Towards a novel wave-extraction method for numerical relativity. I. Foundations and initial-value formulation

TL;DR

This paper develops a method to approximate the Kinnersley tetrad in numerical relativity simulations, enabling better extraction of gravitational wave signals from complex, non-linear spacetime evolutions.

Contribution

It introduces a quasi-Kinnersley frame that extends the Kinnersley tetrad concept to a broader class of spacetimes, including non-perturbative deviations from Kerr.

Findings

Defines the quasi-Kinnersley frame for numerical relativity.

Provides a scheme to compute this frame from initial-value data.

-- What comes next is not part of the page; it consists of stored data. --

"""Batch columns of imaging trains: one value per train, folded from its ordered elements.

A train is folded once, in Python, into a handful of numbers (its combined factor, smallest image
circle, the backfocus its corrector needs, ...); calculators then read only numpy columns. A missing
optional value is NaN and a missing text is "" (see :mod:`calculators.batch` for the whole list).

Backfocus (the element nearest the camera that states ``backfocus_mm`` sets it; elements are thin
along the axis unless they state ``optical_length_mm``):

* ``train_backfocus_mm`` = backfocus_mm + Σ t·(1 − 1/n) over the filters behind that element — the
  mechanical distance needed from its rear face to the sensor, each filter pushing the focus back by
  its focus shift (Smith 2008, see :mod:`calculators.train_elements`);
* ``train_length_behind_mm`` = Σ optical_length_mm of the elements behind it (a filter 0 unless it
  states one); NaN when one of them does not state its length (a spacer always does);
* the compatibility calculator adds the camera's flange distance: spacers still needed
  = train_backfocus_mm − train_length_behind_mm − flange_to_sensor_mm.

Worked example (written down for the tests): a reducer needing 55.0 mm, then a filter wheel
20.0 mm long holding a 2.0 mm filter of n = 1.5 (shift 2·(1 − 1/1.5) = 0.667 mm), then a camera
with 17.5 mm flange distance: spacer = 55.0 + 0.667 − 20.0 − 17.5 = 18.17 mm.
"""

from __future__ import annotations

import math
from collections.abc import Sequence
from functools import cache

import numpy as np

from calculators.ownership import purchase_sum
from calculators.schemas import Design
from calculators.train_elements import (
    DEFAULT_BACKFOCUS_TOLERANCE_MM,
    POWERED,
    ElementKind,
    train_factor,
)

NAN = float("nan")

#: Bit of each design in ``train_design_mask`` (bit i: ``DESIGN_ORDER[i]``).
DESIGN_ORDER: tuple[str, ...] = tuple(d.value for d in Design)
ANY_DESIGN = (1 << len(DESIGN_ORDER)) - 1

FLOAT_NAMES = (
    "train_factor", "train_throughput", "train_mass_kg", "train_price", "train_purchase_price",
    "train_image_circle_mm", "train_corrected_field_mm",
    "train_focal_ratio_min", "train_focal_ratio_max",
    "train_backfocus_mm", "train_backfocus_tolerance_mm", "train_length_behind_mm",
    "train_length_mm", "train_focus_shift_mm", "train_elements",
    "filter_centre_nm", "filter_bandwidth_nm", "filter_peak_transmission", "filter_thickness_mm",
    "eyepiece_focal_length_mm", "eyepiece_apparent_field_deg", "eyepiece_field_stop_mm",
    "eyepiece_eye_relief_mm",
)


def _first(values):
    for v in values:
        if v is not None:
            return float(v)
    return NAN


def _sum_or_nan(values) -> float:
    total = 0.0
    for v in values:
        if v is None:
            return NAN
        total += v
    return total


def fold(train: Sequence) -> tuple[dict[str, float], dict[str, object]]:
    """One train's numeric values and its text/boolean values."""
    optics = [e for e in train if e.kind in POWERED]
    filters = [e for e in train if e.kind == ElementKind.filter]
    eyepiece = train[-1] if train and train[-1].kind == ElementKind.eyepiece else None

    # Each stated circle is where its element delivers it; later elements scale it by their factors.
    circles, corrected = [], []
    for i, e in enumerate(train):
        circle = getattr(e, "image_circle_mm", None)
        if circle is not None:
            scaled = circle * train_factor(train[i + 1:])
            circles.append(scaled)
            if e.kind in POWERED:
                corrected.append(scaled)

    def length(e):
        if e.kind == ElementKind.eyepiece:
            return 0.0
        value = getattr(e, "optical_length_mm", None)
        if value is None and e.kind == ElementKind.filter:
            return 0.0  # sits in a wheel, a drawer or a thread
        return value

    def shift(e):
        return 0.0 if e.kind != ElementKind.filter else e.focus_shift_mm

    last_bf = max((i for i, e in enumerate(train) if getattr(e, "backfocus_mm", None) is not None),
                  default=None)
    if last_bf is None:
        backfocus = tolerance = behind = NAN
    else:
        e = train[last_bf]
        after = train[last_bf + 1:]
        shifts = _sum_or_nan(shift(x) for x in after)
        backfocus = e.backfocus_mm + shifts
        tolerance = (e.backfocus_tolerance_mm if e.backfocus_tolerance_mm is not None
                     else DEFAULT_BACKFOCUS_TOLERANCE_MM)
        behind = _sum_or_nan(length(x) for x in after)

    masses = [e.mass_kg if e.mass_kg is not None or e.kind != ElementKind.filter else 0.0
              for e in train]
    priced = [e.price for e in train if e.price is not None]
    mins = [e.focal_ratio_min for e in optics if e.focal_ratio_min is not None]
    maxes = [e.focal_ratio_max for e in optics if e.focal_ratio_max is not None]
    mask = ANY_DESIGN
    for e in optics:
        if e.designs:
            mask &= sum(1 << DESIGN_ORDER.index(d.value) for d in e.designs)

    numbers = {
        "train_factor": train_factor(train),
        "train_throughput": math.prod(e.effective_throughput for e in optics),
        "train_mass_kg": _sum_or_nan(masses),
        "train_price": sum(p.amount for p in priced) if priced else NAN,
        "train_purchase_price": purchase_sum(train),
        "train_image_circle_mm": min(circles, default=NAN),
        "train_corrected_field_mm": min(corrected, default=NAN),
        "train_focal_ratio_min": max(mins, default=NAN),
        "train_focal_ratio_max": min(maxes, default=NAN),
        "train_backfocus_mm": backfocus,
        "train_backfocus_tolerance_mm": tolerance,
        "train_length_behind_mm": behind,
        "train_length_mm": _sum_or_nan(length(x) for x in train),
        "train_focus_shift_mm": _sum_or_nan(shift(x) for x in train),
        "train_elements": float(len(train)),
        "filter_centre_nm": _first(f.centre_nm for f in filters),
        "filter_bandwidth_nm": _first(f.bandwidth_nm for f in filters),
        "filter_peak_transmission": _first(f.peak_transmission for f in filters),
        "filter_thickness_mm": _first(f.thickness_mm for f in filters),
        "eyepiece_focal_length_mm": NAN if eyepiece is None else eyepiece.focal_length_mm,
        "eyepiece_apparent_field_deg": _first([eyepiece and eyepiece.apparent_field_deg]),
        "eyepiece_field_stop_mm": _first([eyepiece and eyepiece.field_stop_mm]),
        "eyepiece_eye_relief_mm": _first([eyepiece and eyepiece.eye_relief_mm]),
    }
    texts = {
        "train_kinds": ",".join(e.kind.value for e in train),
        "train_currency": priced[0].currency if priced else "",
        "train_design_mask": mask,
        "train_has_corrector": any(e.kind == ElementKind.corrector for e in train),
        "train_powered": bool(optics),
        "train_has_eyepiece": eyepiece is not None,
        "modifier_kind": optics[0].kind.value if optics else "",
    }
    return numbers, texts


@cache
def _nothing_folded() -> tuple[dict[str, float], dict[str, object]]:
    # Most rigs of a comparison have no train (the camera on the telescope): the same fold every
    # time, worked out once per process (it costs more than the rest of the columns together).
    return fold([])


#: Old names of the single-modifier slot, kept for one release (plugins may read them): the same
#: arrays as the new columns they alias.
OLD_ALIASES = {
    "modifier_factor": "train_factor", "modifier_throughput": "train_throughput",
    "modifier_mass_kg": "train_mass_kg", "modifier_price": "train_price",
    "modifier_currency": "train_currency", "corrected_field_mm": "train_corrected_field_mm",
}

#: Up to this many rigs without a train, the columns are copies of ones made once per size.
SMALL_BATCH_ROWS = 64


def train_columns(trains: Sequence[Sequence]) -> dict[str, np.ndarray]:
    """Columns of shape ``(len(trains),)``; each train is a list of validated elements."""
    if len(trains) <= SMALL_BATCH_ROWS and not any(trains):
        # A comparison of rigs without a train: fresh copies (a calculator may own what it is
        # given) of columns folded once per size, a third of the cost of building them.
        table, others = _no_train_columns(len(trains))
        columns = dict(zip(FLOAT_NAMES, table.copy()))  # one copy; each column a row of it
        columns.update({name: values.copy() for name, values in others.items()})
    else:
        columns = _columns([fold(list(t)) if t else _nothing_folded() for t in trains])
    columns.update({old: columns[new] for old, new in OLD_ALIASES.items()})
    columns["modifier_kind"] = columns.pop("modifier_kind")  # last, where it has always been
    return columns


@cache
def _no_train_columns(n: int) -> tuple[np.ndarray, dict[str, np.ndarray]]:
    columns = _columns([_nothing_folded()] * n)
    table = np.array([columns.pop(name) for name in FLOAT_NAMES])
    return table, columns


def _columns(folded: list[tuple[dict[str, float], dict[str, object]]]) -> dict[str, np.ndarray]:
    n = len(folded)
    table = np.array([[f[0][name] for name in FLOAT_NAMES] for f in folded],
                     dtype=np.float64).reshape(n, len(FLOAT_NAMES)).T.copy()
    columns = dict(zip(FLOAT_NAMES, table))
    columns["train_kinds"] = np.array([f[1]["train_kinds"] for f in folded], dtype=str)
    columns["train_currency"] = np.array([f[1]["train_currency"] for f in folded], dtype="U3")
    columns["train_design_mask"] = np.array([f[1]["train_design_mask"] for f in folded], dtype=np.int64)
    for name in ("train_has_corrector", "train_powered", "train_has_eyepiece"):
        columns[name] = np.array([f[1][name] for f in folded], dtype=bool)
    columns["modifier_kind"] = np.array([f[1]["modifier_kind"] for f in folded], dtype=str)
    return columns


#: Train columns an eyepiece on the sweep's camera axis changes, and how (see
#: :func:`with_eyepiece_axis`).
EYEPIECE_COLUMNS = ("eyepiece_focal_length_mm", "eyepiece_apparent_field_deg",
                    "eyepiece_field_stop_mm", "eyepiece_eye_relief_mm")


def _add_prices(a, b):
    return np.where(np.isnan(a), b, np.where(np.isnan(b), a, a + b))


def with_eyepiece_axis(trains: dict[str, np.ndarray], eyepieces: dict[str, np.ndarray]) -> dict:
    """Train columns of a sweep whose camera axis also holds eyepieces (an evaluation's
    ``eyepieces``): each train is then read as the train followed by the camera-axis entry's
    eyepiece, exactly as :func:`fold` reads a train that ends in it. ``trains`` lie along the train
    axis, ``eyepieces`` (the :func:`train_columns` of one-element or empty trains) along the camera
    axis; the columns an eyepiece changes broadcast to camera × train, the others stay as they are.
    """
    out = dict(trains)
    for name in EYEPIECE_COLUMNS:
        mine, theirs = eyepieces[name], trains[name]
        out[name] = mine if np.isnan(theirs).all() else np.where(np.isnan(mine), theirs, mine)
    out["train_has_eyepiece"] = trains["train_has_eyepiece"] | eyepieces["train_has_eyepiece"]
    out["train_mass_kg"] = trains["train_mass_kg"] + eyepieces["train_mass_kg"]
    out["train_price"] = _add_prices(trains["train_price"], eyepieces["train_price"])
    out["train_purchase_price"] = _add_prices(trains["train_purchase_price"],
                                              eyepieces["train_purchase_price"])
    out["train_currency"] = np.where(trains["train_currency"] == "", eyepieces["train_currency"],
                                     trains["train_currency"])
    out["train_elements"] = trains["train_elements"] + eyepieces["train_elements"]
    added = eyepieces["train_kinds"] != ""
    out["train_kinds"] = np.where(
        added, np.char.add(trains["train_kinds"],
                           np.where(trains["train_kinds"] == "", "eyepiece", ",eyepiece")),
        trains["train_kinds"])
    out.update(modifier_mass_kg=out["train_mass_kg"], modifier_price=out["train_price"],
               modifier_currency=out["train_currency"])
    return out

Establishes limits for applicability to various spacetime perturbations.

Abstract

The Teukolsky formalism of black hole perturbation theory describes weak gravitational radiation generated by a mildly dynamical hole near equilibrium. A particular null tetrad of the background Kerr geometry, due to Kinnersley, plays a singularly important role within this formalism. In order to apply the rich physical intuition of Teukolsky's approach to the results of fully non-linear numerical simulations, one must approximate this Kinnersley tetrad using raw numerical data, with no a priori knowledge of a background. This paper addresses this issue by identifying the directions of the tetrad fields in a quasi-Kinnersley frame. This frame provides a unique, analytic extension of Kinnersley's definition for the Kerr geometry to a much broader class of space-times including not only arbitrary perturbations, but also many examples which differ non-perturbatively from Kerr. This paper establishes concrete limits delineating this class and outlines a scheme to calculate the quasi-Kinnersley frame in numerical codes based on the initial-value formulation of geometrodynamics.